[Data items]
☆ ☆ ☆ ☆ ☆ ☆ ☆

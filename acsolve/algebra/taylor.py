"""Real functions over an interval by Taylor series in balls: what they certainly are there.

A function is given by its jets: the Taylor coefficients f, f', f''/2 and so on, at a real ball.
At a point they are numbers; over a whole interval they are enclosures, of which only the last
is used, as the remainder: f(m + t) = sum of f_k(m)·t^k for k < n, plus f_n(some point)·t^n.
(R. E. Moore, "Interval Analysis", 1966; F. Johansson's balls.)
"""

from __future__ import annotations

from collections.abc import Sequence
from dataclasses import dataclass
from fractions import Fraction
from typing import Any, Protocol

from acsolve.algebra.ball import precision

ORDER = 8  # of the remainder; more costs hardly anything, less asks for more intervals
_BITS = (128, 512, 2048)  # more only where a number is lost in its own error


class Jets(Protocol):
    """A real function of one real variable."""

    def __call__(self, x: Any, order: int) -> Sequence[Any]:
        """Taylor coefficients 0 to `order` over the ball x, each an enclosure, maybe not finite."""

    def size(self, x: Any) -> Any:
        """A ball around the size of the terms that the function's value is a difference of."""


@dataclass(frozen=True, slots=True)
class Cell:
    """A closed interval with exact ends."""

    low: Fraction
    high: Fraction

    @property
    def middle(self) -> Fraction:
        """The middle."""
        return (self.low + self.high) / 2

    @property
    def narrow(self) -> bool:
        """Whether it is too narrow to be halved again: 2**-40 of where it lies."""
        return self.high - self.low <= self.high * Fraction(1, 1 << 40)

    def halves(self) -> tuple[Cell, Cell]:
        """Two parts; not quite halves, so that a round number is hardly ever an end."""
        between = self.low + (self.high - self.low) * _SPLIT
        return Cell(self.low, between), Cell(between, self.high)


_SPLIT = Fraction(2087, 4096)


def point(value: Fraction) -> Any:
    """A number as a ball, exact where the precision in force allows it."""
    from flint import arb, fmpq

    return arb(fmpq(value.numerator, value.denominator))


def interval(cell: Cell) -> Any:
    """A ball that holds a cell."""
    from flint import arb

    return arb(point(cell.middle), point((cell.high - cell.low) / 2).abs_upper())


@dataclass(frozen=True, slots=True)
class Enclosure:
    """A function and its first two derivatives over a cell."""

    value: Any
    slope: Any
    bend: Any


def enclosure(jets: Jets, cell: Cell) -> Enclosure:
    """What the function and its derivatives are over a cell, at the precision that is needed."""
    for bits in _BITS:
        with precision(bits):
            middle = list(jets(point(cell.middle), ORDER - 1))
            if middle[0].is_finite() and middle[0].contains(0) and bits < _BITS[-1]:
                continue
            last = list(jets(interval(cell), ORDER))[-1]
            return _enclosed([*middle, last], point((cell.high - cell.low) / 2))
    raise AssertionError("the last precision always answers")


def _enclosed(coefficients: list[Any], radius: Any) -> Enclosure:
    """Bounds of a Taylor polynomial with a remainder, and of its derivatives."""
    from flint import arb

    around = arb(0, radius.abs_upper())
    bounds = []
    for _ in range(3):
        total = arb(0)
        for item in reversed(coefficients):
            total = total * around + item
        bounds.append(total)
        coefficients = [k * item for k, item in enumerate(coefficients)][1:]
    return Enclosure(*bounds)


def sign(ball: Any) -> int:
    """1 or -1 where it is certain, else 0."""
    return 1 if ball > 0 else -1 if ball < 0 else 0


def sign_at(jets: Jets, x: Fraction, *, place: int = 0) -> int:
    """The sign at a point of the function, or of a derivative; 0 where no precision tells."""
    for bits in _BITS:
        with precision(bits):
            found = sign(jets(point(x), place)[place])
            if found:
                return found
    return 0


_RELATIVE = Fraction(1, 1 << 80)


def refined(jets: Jets, cell: Cell, rising: int, *, place: int = 0) -> Cell:
    """The only root in a cell of the function or of a derivative, to 2**-80 of where it lies.

    Parameters
    ----------
    rising : sign of the function (the derivative) at the high end.
    place : 0 for the function, 1 for its slope.

    Notes
    -----
    Newton's method over intervals, bisection where that does not halve the cell. It stops
    early where the function itself is known no better (a level that is a ball).
    """
    with precision(_BITS[1]):
        while cell.high - cell.low > cell.high * _RELATIVE:
            middle = _short(cell)
            value = jets(point(middle), place)[place]
            narrowed = _newton(jets, cell, middle, value, place)
            if narrowed is None:
                side = sign(value)
                if value.is_zero():  # the root itself, met exactly
                    beside = middle * _RELATIVE / 4
                    return Cell(max(cell.low, middle - beside), min(cell.high, middle + beside))
                if not side:
                    return cell
                narrowed = Cell(cell.low, middle) if side == rising else Cell(middle, cell.high)
            cell = narrowed
        return cell


def _newton(jets: Jets, cell: Cell, middle: Fraction, value: Any, place: int) -> Cell | None:
    """The step over intervals; None where it does not halve the cell."""
    over = jets(interval(cell), place + 1)[place + 1] * (place + 1)
    if not sign(over) or not value.is_finite():
        return None
    landed = point(middle) - value / over
    low = max(cell.low, _exact(landed.lower()))
    high = min(cell.high, _exact(landed.upper()))
    if low >= high or 2 * (high - low) > cell.high - cell.low:
        return None
    return Cell(low, high)


def _short(cell: Cell) -> Fraction:
    """A point near the middle with few digits."""
    width = cell.high - cell.low
    scale = (width.denominator.bit_length() - width.numerator.bit_length()) + 12
    step = Fraction(2) ** -scale
    return round(cell.middle / step) * step


def _exact(ball: Any) -> Fraction:
    mantissa, exponent = ball.mid().man_exp()
    return Fraction(int(mantissa)) * Fraction(2) ** int(exponent)


def cells(low: Fraction, high: Fraction, step: Fraction = Fraction(5, 4)) -> list[Cell]:
    """A band above zero cut at equal ratios."""
    found, start = [], low
    while start * step < high:
        end = Fraction(float(start * step))
        found.append(Cell(start, end))
        start = end
    return [*found, Cell(start, high)]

☆ ☆ ☆ ☆ ☆ ☆ ☆

*TASK TO CARRY OUT*: Could you reproduce, exactly, every line above from the line with "return round(cell.middle / step) * step" to the line with "found, start = [], low", and no other line? Both ends count.

*EXERCISE SOLUTION*:
    return round(cell.middle / step) * step


def _exact(ball: Any) -> Fraction:
    mantissa, exponent = ball.mid().man_exp()
    return Fraction(int(mantissa)) * Fraction(2) ** int(exponent)


def cells(low: Fraction, high: Fraction, step: Fraction = Fraction(5, 4)) -> list[Cell]:
    """A band above zero cut at equal ratios."""
    found, start = [], low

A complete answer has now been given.